14 Aug
14Aug



Dear Reader,


I wonder how many of you non UK residents have financial advisers.  Those that do I wonder if you know what they are charging you for helping manage your finances.


I wanted to talk a little today about fees.  There is a market convention among IFA's and tied agents (those that work for one specific company and can only offer their products) that clients should be charged in the region of 1% per year to get access to services.  Generally speaking most advisory firms seem to offer quarterly reviews  for customers where they can go through portfolio performance and look at tweaking things depending on changes in client's circumstances.


If we look at St James Place the UK advisory firm. The Times seems to have a chip on its shoulder about its fees (I am guessing a disgruntled reporter thinks he has had his eyes out by them in the past).

https://www.thetimes.co.uk/article/secret-dossier-leaks-st-jamess-place-sales-tactics-s389shlbc

They seem to have adopted the reassuringly expensive approach to being advisers charging 5% upfront fees, 0.5% ongoing annual advice and 1.2% annual management to be in their SJP fund.  I have handily knocked up a nifty spreadsheet to show you the effect of this on the growth of your capital over time.  The left hand columns show the returns you could expect to get from SJP after charges and the right hand indicate how you would expect to do without having such high entry and ongoing fees. There is nearly a 17% difference in returns over time. 


SJP only sells its own products and has around 109,000,000,000 pounds under management.  Blimey that is a well oiled machine.  Imagine they took 5.5 billion in initial fees and are taking in 1.85 billion in annual fees.  

This from Yodelar who reviewed them in march this year so I don't have to. 

  • Less than 2% of St.
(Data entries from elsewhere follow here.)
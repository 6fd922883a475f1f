/** Browser helpers for sign-in and sign-out against the Auth.js routes, without a page redirect on failure. */

export type SignInResult = { ok: true } | { ok: false; code: string };

async function csrfToken(): Promise<string> {
	const res = await fetch('/api/auth/csrf', { credentials: 'same-origin' });
	const data = (await res.json()) as { csrfToken: string };
	return data.csrfToken;
}

/** Signs in with e-mail and password; on failure returns the reason code instead of navigating. */
export async function signInWithPassword(email: string, password: string): Promise<SignInResult> {
	const res = await fetch('/api/auth/callback/credentials', {
		method: 'POST',
		credentials: 'same-origin',
		headers: { 'Content-Type': 'application/x-www-form-urlencoded', 'X-Auth-Return-Redirect': '1' },
		body: new URLSearchParams({ email, password, csrfToken: await csrfToken(), callbackUrl: '/start' }),
	});
	if (!res.ok) return { ok: false, code: 'server' };
	const data = (await res.json()) as { url?: string };
	const url = new URL(data.url ?? '/', window.location.origin);
	const error = url.searchParams.get('error');
	if (error) return { ok: false, code: url.searchParams.get('code') ?? error };
	return { ok: true };
}

/** Ends the session and goes to the sign-in page. */
export async function signOutNow(): Promise<void> {
	await fetch('/api/auth/signout', {
		method: 'POST',
		credentials: 'same-origin',
		headers: { 'Content-Type': 'application/x-www-form-urlencoded', 'X-Auth-Return-Redirect': '1' },
		body: new URLSearchParams({ csrfToken: await csrfToken(), callbackUrl: '/sign-in' }),
	});
	window.location.href = '/sign-in?signedOut=1';
}

/** Words for each sign-in failure code. Wrong password and unknown account share one message. */
export const SIGN_IN_MESSAGES: Record<string, string> = {
	wrong_credentials: 'That e-mail and password do not match an account. Check both and try again.',
	invalid_input: 'Enter a valid e-mail address and your password.',
	throttled: 'Too many failed attempts. For your account’s safety, wait 15 minutes and try again.',
	server: 'We could not reach the server. Check your connection and try again.',
};
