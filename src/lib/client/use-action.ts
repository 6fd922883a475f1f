import { useCallback, useState } from 'react';
import { messageOf } from './api-client';

/**
 * A button's or small form's request: `busy` while it runs, the failure in words after. `run`
 * resolves true when the request succeeded, so the caller can move on (reload, close a dialog).
 */
export function useAction() {
	const [busy, setBusy] = useState(false);
	const [error, setError] = useState<string | null>(null);
	const run = useCallback(async (request: () => Promise<unknown>): Promise<boolean> => {
		setBusy(true);
		setError(null);
		try {
			await request();
			return true;
		} catch (err) {
			setError(messageOf(err));
			return false;
		} finally {
			setBusy(false);
		}
	}, []);
	return { busy, error, setError, run };
}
James's Place funds have maintained top performance over the past 1, 3 & 5-years.
  • 79% of their unit trust funds performed worse than half of their same sector peers during the last 5-years.
  • More than 70% of client money under their management is held in underperforming funds.

https://www.yodelar.com/insights/st-jamess-place-review


Others in the International arena have a similar setup. One very large one charges 4% entry and 1% ongoing. The KEY point for anyone considering using a wealth manager is to try and nail down these costs to give your funds the best chance of growth over time. 
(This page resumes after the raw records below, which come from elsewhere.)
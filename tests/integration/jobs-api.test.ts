/* eslint-disable @typescript-eslint/no-explicit-any -- tests read JSON bodies and spoil documents loosely */
import { afterAll, beforeAll, describe, expect, test } from 'vitest';
import { computeJob, parseJobDocument } from '../../src/lib/electrical';
import { DEMO_ACCOUNTS, DEMO_PROPERTIES } from '../../seeds/data/demo-accounts';
import { DEMO_JOB_DOCUMENT } from '../../seeds/data/demo-job';
import { testDb } from '../helpers/db';
import { HttpClient, signedInAs } from '../helpers/http';
import {
	call,
	jobTableCounts,
	newJob,
	otherFirmOwner,
	removeJobs,
	uniq,
	type ErrorBody,
	removeOtherFirm,
} from '../helpers/jobs';

const db = testDb();
const created: string[] = [];
let owner: HttpClient;
let electrician: HttpClient;
let homeowner: HttpClient;
let homeowner2: HttpClient;
let inspector: HttpClient;
let other: Awaited<ReturnType<typeof otherFirmOwner>>;
let demoJobId: string;

beforeAll(async () => {
	[owner, electrician, homeowner, homeowner2, inspector] = await Promise.all([
		signedInAs('owner'),
		signedInAs('electrician'),
		signedInAs('homeowner'),
		signedInAs('homeowner2'),
		signedInAs('inspector'),
	]);
	other = await otherFirmOwner();
	demoJobId = (await db('jobs').where({ name: DEMO_JOB_DOCUMENT.name }).first('id')).id;
});

afterAll(async () => {
	await removeJobs(db, created);
	await removeOtherFirm(db, other);
	await db.destroy();
});

async function createJob(client = owner, overrides: Record<string, unknown> = {}) {
	const res = await call(client, 'POST', '/api/jobs', newJob(overrides));
	expect(res.status).toBe(201);
	created.push(res.body.job.id);
	return res.body.job;
}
Most wealth managers will white label funds from fund managers as package them as their own. So when you are buying a risk profile 'off the shelf' package you are merely buying a blend of other funds with some more charges attached.  


Here are a few of Don's handy hints to try and not get sold a costly dream.
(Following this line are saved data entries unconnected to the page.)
/* eslint-disable @typescript-eslint/no-explicit-any -- tests read JSON bodies loosely */
import { afterAll, beforeAll, describe, expect, test } from 'vitest';
import { DEMO_ACCOUNTS, DEMO_JURISDICTION, DEMO_PROPERTIES } from '../../seeds/data/demo-accounts';
import { testDb } from '../helpers/db';
import { HttpClient, signedInAs } from '../helpers/http';
import { call, otherFirmOwner, removeJobs } from '../helpers/jobs';
import {
	newJurisdictionWithInspector,
	removeJurisdiction,
	storeRevision,
	submittedJob,
} from '../helpers/workflow';

const db = testDb();
type Who =
	| 'otherHomeowner'
	| 'owner'
	| 'inspector'
	| 'homeowner'
	| 'admin'
	| 'otherFirm'
	| 'otherInspector'
	| 'signedOut';
const clients = {} as Record<Who, HttpClient>;
let other: Awaited<ReturnType<typeof newJurisdictionWithInspector>>;
let otherFirm: Awaited<ReturnType<typeof otherFirmOwner>>;
const jobIds: string[] = [];
let job: Awaited<ReturnType<typeof submittedJob>>;
let circuitComment: string;
let panelComment: string;
let sheetComment: string;

beforeAll(async () => {
	[clients.owner, clients.inspector, clients.homeowner, clients.admin] = await Promise.all([
		signedInAs('owner'),
		signedInAs('inspector'),
		signedInAs('homeowner'),
		signedInAs('admin'),
	]);
	otherFirm = await otherFirmOwner();
	clients.otherFirm = otherFirm.client;
	other = await newJurisdictionWithInspector(db);
	clients.otherInspector = other.client;
	clients.signedOut = new HttpClient();
	clients.otherHomeowner = await signedInAs('homeowner2');

	const jurisdiction = await db('jurisdictions').where({ name: DEMO_JURISDICTION.name }).first('id');
	job = await submittedJob(db, clients.owner, jurisdiction.id, {
		status: 'corrections',
		address: DEMO_PROPERTIES.penhallow,
	});
	jobIds.push(job.id);
	const inspector = await db('users').where({ email: DEMO_ACCOUNTS.inspector.email }).first('id');
	const owner = await db('users').where({ email: DEMO_ACCOUNTS.owner.email }).first('id');
	const comment = async (row: Record<string, unknown>) =>
		(
			await db('review_comments')
				.insert({ job_id: job.id, revision_number: 1, author_id: inspector.id, ...row })
				.returning('id')
		)[0].id as string;
	circuitComment = await comment({
		target_kind: 'circuit',
		circuit_id: job.circuitIds[0],
		panel_id: job.panelId,
		target_label: 'Circuit 1',
		body: 'A 20 A breaker on this run of 12 AWG: show the load or lower the rating.',
	});
	panelComment = await comment({
		target_kind: 'panel',
		panel_id: job.panelId,
		target_label: 'Main panel',
		body: 'Give the panel’s location.',
	});
	sheetComment = await comment({ target_kind: 'sheet', sheet: 1, body: 'Sign the cover sheet.' });
	await db('review_comment_entries').insert([
		{ comment_id: circuitComment, author_id: owner.id, action: 'reply', body: 'Lowered to 15 A.' },
		{ comment_id: circuitComment, author_id: inspector.id, action: 'reply', body: 'Thanks, will check.' },
	]);

	// The contractor's corrections, then revision 2 as a resubmission stores it.
	const circuit = (await call(clients.owner, 'GET', `/api/jobs/${job.id}/tree`)).body.circuits.find(
		(c: any) => c.id === job.circuitIds[0],
	);
	const patched = await call(clients.owner, 'PATCH', `/api/circuits/${circuit.id}`, {
		ratingA: 15,
		breakerType: 'afci',
		conductor: { size: '14', material: 'cu', insulationC: 90 },
		version: circuit.version,
	});
	expect(patched.status).toBe(200);
	await storeRevision(db, job.id, 2);
	await db('jobs').where({ id: job.id }).update({ current_revision: 2, status: 'resubmitted' });
});

afterAll(async () => {
	await removeJobs(db, jobIds);
	if (other) await removeJurisdiction(db, other);
	if (otherFirm) {
		await db('firms').where({ id: otherFirm.firmId }).delete();
		await db('users').where({ id: otherFirm.userId }).delete();
	}
	await db.destroy();
});

describe('changes between revisions', () => {
	test('revision 2 shows the changed circuit field by field and the comments it answers, with the contractor’s answers', async () => {
		const res = await call(clients.inspector, 'GET', `/api/jobs/${job.id}/revisions/2/changes`);
		expect(res.status).toBe(200);
		expect(res.body).toMatchObject({ from: 1, to: 2 });
		expect(res.body.records).toHaveLength(1);
		const change = res.body.records[0];
		expect(change).toMatchObject({
			kind: 'circuit',
			id: job.circuitIds[0],
			change: 'changed',
			title: 'Circuit 1 “Kitchen counter”',
		});
		expect(change.fields).toEqual([
			{ field: 'ratingA', before: 20, after: 15 },
			{
				field: 'conductor',
				before: { size: '12', material: 'cu', insulationC: 90 },
				after: { size: '14', material: 'cu', insulationC: 90 },
			},
		]);
		expect(change.answers.sort()).toEqual([circuitComment, panelComment].sort());
		const byId = Object.fromEntries(res.body.comments.map((c: any) => [c.id, c]));
		expect(byId[circuitComment].answeredBy).toEqual([change.key]);
		// Only the firm's side of the thread counts as the contractor's answer.
		expect(byId[circuitComment].answers.map((a: any) => a.body)).toEqual(['Lowered to 15 A.']);
		expect(byId[sheetComment].answeredBy).toEqual([]);
		expect(res.body.figures.find((f: any) => f.key === 'service.minimumServiceA')).toMatchObject({
			unit: 'A',
		});
	});

	test('the first revision has nothing before it', async () => {
		const res = await call(clients.owner, 'GET', `/api/jobs/${job.id}/revisions/1/changes`);
		expect(res.status).toBe(200);
		expect(res.body).toMatchObject({ from: null, to: 1, records: [], comments: [] });
	});

	test.each([
		['the firm', 'owner', 200],
		['the inspector of the jurisdiction', 'inspector', 200],
		['an administrator', 'admin', 200],
		['the homeowner', 'homeowner', 404],
		['a contractor of another firm', 'otherFirm', 404],
		['an inspector of another jurisdiction', 'otherInspector', 404],
		['the owner of another home', 'otherHomeowner', 404],
		['someone signed out', 'signedOut', 401],
	] as const)('%s asking for the changes gets %i', async (_n, who, status) => {
		const res = await call(clients[who], 'GET', `/api/jobs/${job.id}/revisions/2/changes`);
		expect(res.status).toBe(status);
		if (status !== 200) expect(JSON.stringify(res.body)).not.toContain('Kitchen counter');
	});

	test.each([['3'], ['0'], ['two'], ['-1']])('revision %s of the job is not found', async (n) => {
		const res = await call(clients.inspector, 'GET', `/api/jobs/${job.id}/revisions/${n}/changes`);
		expect(res.status).toBe(404);
	});
});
1/  Ask them why they feel charging an initial upfront cost is realistic or justified. 

2/ Check whether they are merely 'white labelling' fund managers funds as their own - you will end up paying twice for the same fund in annual management charges

3/ Ask if the Service charge/ Annual management charge can be waived

4/ Ask if there are exit fees should you wish to leave

5/ Check out their reviews online and ask for referrals


I do charge for my services but I am intimately involved in fund selection and constantly monitor the markets (blame the old trader in me).  That said I do have clients that choose to select their own funds and in that case I cannot justify charging as they fall into the category of professional investors as a whole. For me there is no 'one size fits all' like St James Place.  Perhaps I am missing a trick here but genuinely feel that I need to earn fees.


This is the bit where I rabbit on again about strategy.  Active Macro - This is my approach to investing in funds and markets for clients  (I might trademark it ).  I only select bluechip funds with strong 3 year plus historical track records and over a certain AUM. If after 6 months they aren't performing to their historical metric  I then make the decision whether to remain invested or to switch to better opportunities. I try and use institutional class funds as much as possible to lower costs. I also use currency and geographical location as trigger investment points. This is the bit where I earn my fees.  


I expect to outperform indices with this approach and below you can see the effect on returns. Obviously these are not guaranteed but with focus and being agile in these choppy markets at least you are giving your money a fighting chance.



Anyway it is A level results day out there in the UK. Good luck to all parents and teenagers waiting feverishly to see if they made the grade for University.